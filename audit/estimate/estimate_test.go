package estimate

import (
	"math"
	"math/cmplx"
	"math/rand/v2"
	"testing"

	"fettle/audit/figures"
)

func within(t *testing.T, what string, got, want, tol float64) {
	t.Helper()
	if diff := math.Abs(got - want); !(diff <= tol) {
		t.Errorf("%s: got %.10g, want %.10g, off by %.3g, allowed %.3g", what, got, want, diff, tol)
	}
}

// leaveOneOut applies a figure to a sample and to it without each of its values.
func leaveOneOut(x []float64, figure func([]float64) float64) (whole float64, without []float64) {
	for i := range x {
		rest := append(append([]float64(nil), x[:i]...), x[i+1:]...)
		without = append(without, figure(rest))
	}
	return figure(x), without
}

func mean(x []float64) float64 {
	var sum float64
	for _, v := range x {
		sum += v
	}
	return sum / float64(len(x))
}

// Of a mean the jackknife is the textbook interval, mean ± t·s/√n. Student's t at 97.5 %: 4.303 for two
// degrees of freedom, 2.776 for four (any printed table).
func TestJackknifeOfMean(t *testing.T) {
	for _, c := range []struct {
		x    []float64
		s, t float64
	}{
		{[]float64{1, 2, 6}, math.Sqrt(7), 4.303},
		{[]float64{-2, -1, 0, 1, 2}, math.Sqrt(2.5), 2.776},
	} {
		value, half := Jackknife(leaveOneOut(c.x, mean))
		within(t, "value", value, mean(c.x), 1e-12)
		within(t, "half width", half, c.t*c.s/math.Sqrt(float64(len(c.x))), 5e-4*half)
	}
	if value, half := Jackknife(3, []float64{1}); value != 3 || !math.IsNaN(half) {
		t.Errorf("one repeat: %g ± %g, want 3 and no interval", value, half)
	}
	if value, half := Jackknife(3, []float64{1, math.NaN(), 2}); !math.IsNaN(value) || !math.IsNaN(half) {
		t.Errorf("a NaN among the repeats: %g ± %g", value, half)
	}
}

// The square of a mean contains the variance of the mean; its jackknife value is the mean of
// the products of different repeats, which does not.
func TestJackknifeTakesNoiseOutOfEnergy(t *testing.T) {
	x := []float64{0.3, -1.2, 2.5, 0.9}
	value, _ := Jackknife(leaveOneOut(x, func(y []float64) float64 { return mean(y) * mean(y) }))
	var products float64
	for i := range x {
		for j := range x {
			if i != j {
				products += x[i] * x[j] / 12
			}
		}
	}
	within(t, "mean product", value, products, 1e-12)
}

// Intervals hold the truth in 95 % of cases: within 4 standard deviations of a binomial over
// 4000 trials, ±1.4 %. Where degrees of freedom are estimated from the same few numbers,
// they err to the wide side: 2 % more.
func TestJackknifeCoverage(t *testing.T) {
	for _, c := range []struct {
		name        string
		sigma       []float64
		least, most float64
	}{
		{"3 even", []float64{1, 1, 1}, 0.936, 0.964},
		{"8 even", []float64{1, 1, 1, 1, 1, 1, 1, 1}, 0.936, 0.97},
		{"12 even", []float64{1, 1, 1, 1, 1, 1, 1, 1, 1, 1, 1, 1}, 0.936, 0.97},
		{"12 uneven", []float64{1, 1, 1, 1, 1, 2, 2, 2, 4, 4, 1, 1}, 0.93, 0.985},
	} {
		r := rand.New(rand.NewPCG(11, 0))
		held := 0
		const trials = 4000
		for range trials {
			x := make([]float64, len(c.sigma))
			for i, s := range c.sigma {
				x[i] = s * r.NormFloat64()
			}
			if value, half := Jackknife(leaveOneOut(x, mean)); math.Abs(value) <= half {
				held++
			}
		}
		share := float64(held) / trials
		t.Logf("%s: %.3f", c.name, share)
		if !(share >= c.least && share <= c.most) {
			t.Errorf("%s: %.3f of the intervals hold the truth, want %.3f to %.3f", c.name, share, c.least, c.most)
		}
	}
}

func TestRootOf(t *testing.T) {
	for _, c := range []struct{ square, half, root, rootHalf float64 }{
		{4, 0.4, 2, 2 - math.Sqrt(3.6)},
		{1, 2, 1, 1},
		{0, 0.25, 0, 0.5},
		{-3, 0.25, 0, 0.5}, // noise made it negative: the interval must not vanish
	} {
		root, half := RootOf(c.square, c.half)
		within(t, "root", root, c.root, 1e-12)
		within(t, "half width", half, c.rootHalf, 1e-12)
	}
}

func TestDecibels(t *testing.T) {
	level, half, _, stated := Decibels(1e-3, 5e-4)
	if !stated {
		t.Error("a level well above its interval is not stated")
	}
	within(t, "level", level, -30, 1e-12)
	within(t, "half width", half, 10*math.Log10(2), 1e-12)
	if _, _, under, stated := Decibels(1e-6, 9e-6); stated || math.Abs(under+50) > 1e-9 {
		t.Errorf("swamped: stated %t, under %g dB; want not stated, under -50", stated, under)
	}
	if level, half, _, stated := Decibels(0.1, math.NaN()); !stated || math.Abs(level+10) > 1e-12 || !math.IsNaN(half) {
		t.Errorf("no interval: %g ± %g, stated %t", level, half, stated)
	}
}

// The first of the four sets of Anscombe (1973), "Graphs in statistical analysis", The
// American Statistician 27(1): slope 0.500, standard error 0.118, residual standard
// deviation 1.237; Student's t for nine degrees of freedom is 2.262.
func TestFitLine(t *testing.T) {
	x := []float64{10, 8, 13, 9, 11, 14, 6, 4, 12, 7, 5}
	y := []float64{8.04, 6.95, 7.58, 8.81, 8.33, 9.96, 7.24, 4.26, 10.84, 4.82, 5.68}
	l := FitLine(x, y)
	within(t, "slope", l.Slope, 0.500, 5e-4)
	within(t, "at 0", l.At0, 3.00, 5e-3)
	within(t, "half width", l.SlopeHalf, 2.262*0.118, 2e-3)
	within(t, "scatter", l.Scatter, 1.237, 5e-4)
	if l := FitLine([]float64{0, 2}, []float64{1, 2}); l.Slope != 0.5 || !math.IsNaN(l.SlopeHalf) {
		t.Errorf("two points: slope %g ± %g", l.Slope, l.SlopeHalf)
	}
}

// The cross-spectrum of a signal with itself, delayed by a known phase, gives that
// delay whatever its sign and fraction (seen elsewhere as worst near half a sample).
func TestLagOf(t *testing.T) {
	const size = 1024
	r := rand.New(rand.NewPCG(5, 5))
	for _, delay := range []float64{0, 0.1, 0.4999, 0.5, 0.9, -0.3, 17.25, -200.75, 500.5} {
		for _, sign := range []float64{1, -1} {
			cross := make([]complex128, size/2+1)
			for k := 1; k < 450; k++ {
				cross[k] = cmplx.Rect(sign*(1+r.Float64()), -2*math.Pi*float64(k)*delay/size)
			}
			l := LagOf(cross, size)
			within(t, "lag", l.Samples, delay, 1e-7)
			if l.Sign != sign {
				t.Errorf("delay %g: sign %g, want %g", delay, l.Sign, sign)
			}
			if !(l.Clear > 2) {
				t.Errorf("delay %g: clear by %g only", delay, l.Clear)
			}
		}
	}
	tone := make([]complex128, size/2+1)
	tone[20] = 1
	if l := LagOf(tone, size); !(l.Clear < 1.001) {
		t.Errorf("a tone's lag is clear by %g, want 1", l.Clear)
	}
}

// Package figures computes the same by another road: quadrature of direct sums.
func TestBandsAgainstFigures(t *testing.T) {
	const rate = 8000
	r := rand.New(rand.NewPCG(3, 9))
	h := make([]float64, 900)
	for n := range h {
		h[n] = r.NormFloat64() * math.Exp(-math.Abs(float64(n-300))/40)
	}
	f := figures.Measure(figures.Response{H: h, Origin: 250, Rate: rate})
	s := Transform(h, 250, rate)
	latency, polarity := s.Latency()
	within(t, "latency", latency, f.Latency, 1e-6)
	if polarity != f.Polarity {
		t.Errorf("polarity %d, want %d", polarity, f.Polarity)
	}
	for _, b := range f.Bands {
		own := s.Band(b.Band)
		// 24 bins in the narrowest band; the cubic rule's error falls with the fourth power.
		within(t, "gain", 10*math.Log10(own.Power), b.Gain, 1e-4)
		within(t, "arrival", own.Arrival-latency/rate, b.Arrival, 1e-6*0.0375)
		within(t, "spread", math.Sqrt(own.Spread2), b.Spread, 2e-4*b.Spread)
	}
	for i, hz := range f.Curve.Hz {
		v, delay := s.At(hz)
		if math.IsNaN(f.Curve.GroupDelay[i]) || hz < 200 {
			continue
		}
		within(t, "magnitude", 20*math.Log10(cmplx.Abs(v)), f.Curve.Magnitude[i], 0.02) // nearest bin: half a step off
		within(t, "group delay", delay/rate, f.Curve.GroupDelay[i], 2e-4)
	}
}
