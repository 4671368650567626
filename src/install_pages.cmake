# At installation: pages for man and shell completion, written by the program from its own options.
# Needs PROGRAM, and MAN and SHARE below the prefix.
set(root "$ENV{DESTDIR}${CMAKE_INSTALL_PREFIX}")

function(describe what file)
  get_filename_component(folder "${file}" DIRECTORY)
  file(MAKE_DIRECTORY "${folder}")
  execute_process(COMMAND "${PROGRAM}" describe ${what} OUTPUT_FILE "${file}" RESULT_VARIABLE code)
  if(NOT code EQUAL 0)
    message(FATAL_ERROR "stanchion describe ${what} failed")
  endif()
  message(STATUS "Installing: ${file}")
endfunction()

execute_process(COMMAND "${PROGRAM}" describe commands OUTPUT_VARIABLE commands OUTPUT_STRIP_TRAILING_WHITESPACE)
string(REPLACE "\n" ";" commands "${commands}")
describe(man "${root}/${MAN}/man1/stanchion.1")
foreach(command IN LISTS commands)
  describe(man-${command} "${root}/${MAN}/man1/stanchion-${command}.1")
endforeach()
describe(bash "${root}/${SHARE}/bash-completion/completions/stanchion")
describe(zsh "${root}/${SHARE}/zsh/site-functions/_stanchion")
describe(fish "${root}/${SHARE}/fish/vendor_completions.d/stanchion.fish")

-------------------------

◆ Exercise directions
Search the entries for "Sqrt" and copy out each line that has it.

◆ Response to this task
		{[]float64{1, 2, 6}, math.Sqrt(7), 4.303},
		{[]float64{-2, -1, 0, 1, 2}, math.Sqrt(2.5), 2.776},
		within(t, "half width", half, c.t*c.s/math.Sqrt(float64(len(c.x))), 5e-4*half)
		{4, 0.4, 2, 2 - math.Sqrt(3.6)},
		within(t, "spread", math.Sqrt(own.Spread2), b.Spread, 2e-4*b.Spread)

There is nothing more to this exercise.